War brings out the worst in people. And sometimes the best.
Dongji Rescue
After opening in Asia earlier this month, the film expands to select North American theaters on Friday, August 22, via Well Go USA Entertainment. Visit the official site for locations and showtimes.
Because tragic true stories always need a little something else to become truly epic cinematic adventures -- just ask James Cameron about Titanic -- the filmmakers behind Dongji Rescue no doubt felt emboldened to embellish the historical account.
Directed by Guan Hu, a veteran filmmaker whose credits over the past 30 years include the impressive historical drama The Eight Hundred, and Zhenxiang Fei, an actor turned director who has been helming episodic television shows for the past several years, Dongji Rescue is based on events that transpired in October 1942. A Japanese ship (Lisbon Maru), transporting 1,800 British POWs from Hong Kong to Japan, was torpedoed by a U.S. ship off the coast of China, near the Dongji islands.
Captured by the Imperial Japanese Army in 1939, Dongji residents, numbering less than 300, were held prisoner, their boats locked up, and subjugated by the few Japanese soldiers who were stationed on the island. In 1942, they would risk the fury of the Japanese Army by seeking to help the British POWs, who were locked inside the sinking ship and expected to die and/or be shot by the Japanese Army when trying to escape their fate.

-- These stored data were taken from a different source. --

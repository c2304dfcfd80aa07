//! Runs the reference cases: the race's own side, and the printer of the committed tables.
//!
//! ```text
//! cases paths                   the kernels that this machine can run, the one it chooses first
//! cases names                   the cases
//! cases request NAME            a case as the body of POST /v1/trajectories
//! cases solve NAME [PATH]       final states, matrices and steps of a case
//! cases time NAME SECONDS [PATH]  processor time of a case, measured over at least so long
//! cases effort | golden         the tables of tests/mechanics/reference
//! ```
#![expect(
    clippy::disallowed_methods,
    clippy::disallowed_macros,
    clippy::print_stdout,
    reason = "a program, not a computation: it reads its arguments and a clock, and prints"
)]

#[path = "../mechanics/reference/cases.rs"]
mod cases;
#[path = "../mechanics/reference/effort.rs"]
mod effort;
#[path = "../mechanics/reference/golden.rs"]
mod golden;

use std::hint::black_box;
use std::process::ExitCode;

use mechanics::interrupt::Never;
use mechanics::propagation::{Durations, MatrixOutput, Request, Trajectory, solve};
use mechanics::quantity::Quantity;
use mechanics::taylor::Path;
use rustix::time::{ClockId, clock_gettime};
use serde_json::{Value, json};

fn main() -> ExitCode {
    let arguments: Vec<String> = std::env::args().skip(1).collect();
    let arguments: Vec<&str> = arguments.iter().map(String::as_str).collect();
    let answer = match arguments[..] {
        ["paths"] => Some(json!(paths()).to_string()),
        ["names"] => Some(json!(cases::NAMES).to_string()),
        ["request", name] => request(name).map(|request| body(&request).to_string()),
        ["solve", name] => request(name).map(|request| solution(&request).to_string()),
        ["solve", name, path] => request_on(name, path).map(|request| solution(&request).to_string()),
        ["time", name, seconds] => request(name).and_then(|request| timed(&request, seconds)),
        ["time", name, seconds, path] => request_on(name, path).and_then(|request| timed(&request, seconds)),
        ["effort"] => Some(effort::table().trim_end().to_owned()),
        ["golden"] => Some(golden::table(Path::fastest()).trim_end().to_owned()),
        _ => None,
    };
    let Some(answer) = answer else {
        println!("see the head of tests/bench/cases.rs for what can be asked");
        return ExitCode::FAILURE;
    };
    println!("{answer}");
    ExitCode::SUCCESS
}

/// The kernels that can run here, the one that is chosen first.
fn paths() -> Vec<&'static str> {
    Path::available().into_iter().rev().map(Path::name).collect()
}

fn request(name: &str) -> Option<Request> {
    cases::case(name).map(|parts| Request::new(parts).expect("valid"))
}

/// A case on one of the [`paths`].
fn request_on(name: &str, path: &str) -> Option<Request> {
    let path = Path::available().into_iter().find(|available| available.name() == path)?;
    Some(request(name)?.on(path))
}

fn solved(request: &Request) -> Vec<Trajectory> {
    solve(black_box(request), &Never).expect("not cancelled")
}

fn body(request: &Request) -> Value {
    let parts = request.parts();
    let states: Vec<_> = parts
        .states
        .iter()
        .map(|state| json!({ "position": state.position.as_slice(), "velocity": state.velocity.as_slice() }))
        .collect();
    let Durations::All(duration) = parts.durations else { unreachable!("the cases have one duration each") };
    let matrix = if parts.matrix == MatrixOutput::None { "none" } else { "final" };
    json!({
        "system": { "mass_parameter": parts.mass_parameter.get() },
        "initial_states": states,
        "duration": duration.get(),
        "tolerance": parts.tolerance.get(),
        "state_transition_matrix": matrix,
    })
}

fn solution(request: &Request) -> Value {
    let all = solved(request);
    let states: Vec<[f64; 6]> = all.iter().map(|t| t.last.components().into()).collect();
    let matrices: Vec<_> =
        all.iter().filter_map(|t| t.matrix).map(|m| m.transpose().as_slice().to_vec()).collect();
    let steps: u64 = all.iter().map(|trajectory| trajectory.evidence.steps).sum();
    json!({ "states": states, "matrices": matrices, "steps": steps })
}

/// Processor time of this process, s.
#[expect(clippy::cast_precision_loss, reason = "a double counts nanoseconds for a hundred days")]
fn processor_time() -> f64 {
    let now = clock_gettime(ClockId::ProcessCPUTime);
    now.tv_sec as f64 + 1e-9 * now.tv_nsec as f64
}

/// Processor time of one solution, from so many that they last at least `seconds`.
fn timed(request: &Request, seconds: &str) -> Option<String> {
    let seconds: f64 = seconds.parse().ok()?;
    let run = |times: u32| {
        let begun = processor_time();
        for _ in 0..times {
            black_box(solved(request));
        }
        processor_time() - begun
    };
    // To warm up.
    run(1);
    let mut times = 1;
    let mut taken = run(times);
    // Grown until it lasts, at most to a number that no case needs.
    while taken < seconds && times < 1 << 30 {
        times *= 2;
        taken = run(times);
    }
    let solution = taken / f64::from(times);
    let trajectories = request.count();
    Some(json!({ "seconds": solution, "solutions": times, "trajectories": trajectories }).to_string())
}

None of that is a spoiler; the trailers below include multiple scenes that advertise what happens. Nonetheless, the trailers also reveal the scale and scope of the film, as well as the stakes for those involved.
Dongji Rescue goes to great lengths in order to establish the cruelty of the Imperial Japanese Army. They treat the meek and mild islanders with savage brutality, which the islanders endure stoically, simmering with anger.
Except, that is, for two brothers and a similar-aged woman, all raised by a village elder who rescued the two brothers at a very early age from the sea -- their origins never known -- and treated all of them as family members, even though the brothers were banished to the other side of the island by the superstitious islanders, who thought they were born to be pirates, based solely on their tattoos. (This is never really explained, just accepted by everybody.)
The brothers, capably played by Zhu Yilong and Wu Lei, and the young woman, effectively portrayed by Ni Ni, are the true heroes of the narrative, demonstrating a vigorously independent spirit that ultimately leads them to spearhead the rescue.
The production is quite impressive in its historical recreations of the fishing vessel and the doomed ship. Sometimes that is needlessly undercut by an abundance of slow-motion shots and syrupy musical that seeks to add to the melodrama. And the film's insistence on hammering home its overriding message is more than a bit overdone.
Even so, this is a sobering story that is told with great craft, along with an equal amount of respect and admiration for the sheer bravery of all involved. In times of war, you can always count on Chinese fishermen to willingly perform acts of selfless heroism.